▼
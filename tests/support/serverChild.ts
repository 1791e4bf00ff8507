import { clock } from '@/server/clock';
import { startServer } from '@/server/main';

/* The server as a process of its own, for tests that kill it: started by `serverProcess.ts`. */

const now = process.env['TEST_NOW'];
if (now !== undefined) clock.set(now);
const server = await startServer();
process.send?.({ port: server.port });
// Whoever started it is gone: nothing is left to serve.
process.once('disconnect', () => process.exit(0));
process.once('SIGTERM', () => {
  void server.stop().then(() => process.exit(0));
});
▲
The records need to be set down again without a single difference.

● Your solution:
filename tests/support/serverChild.ts
repository 1791e4bf00ff8507
import { clock } from '@/server/clock';
import { startServer } from '@/server/main';

/* The server as a process of its own, for tests that kill it: started by `serverProcess.ts`. */

const now = process.env['TEST_NOW'];
if (now !== undefined) clock.set(now);
const server = await startServer();
process.send?.({ port: server.port });
// Whoever started it is gone: nothing is left to serve.
process.once('disconnect', () => process.exit(0));
process.once('SIGTERM', () => {
  void server.stop().then(() => process.exit(0));
});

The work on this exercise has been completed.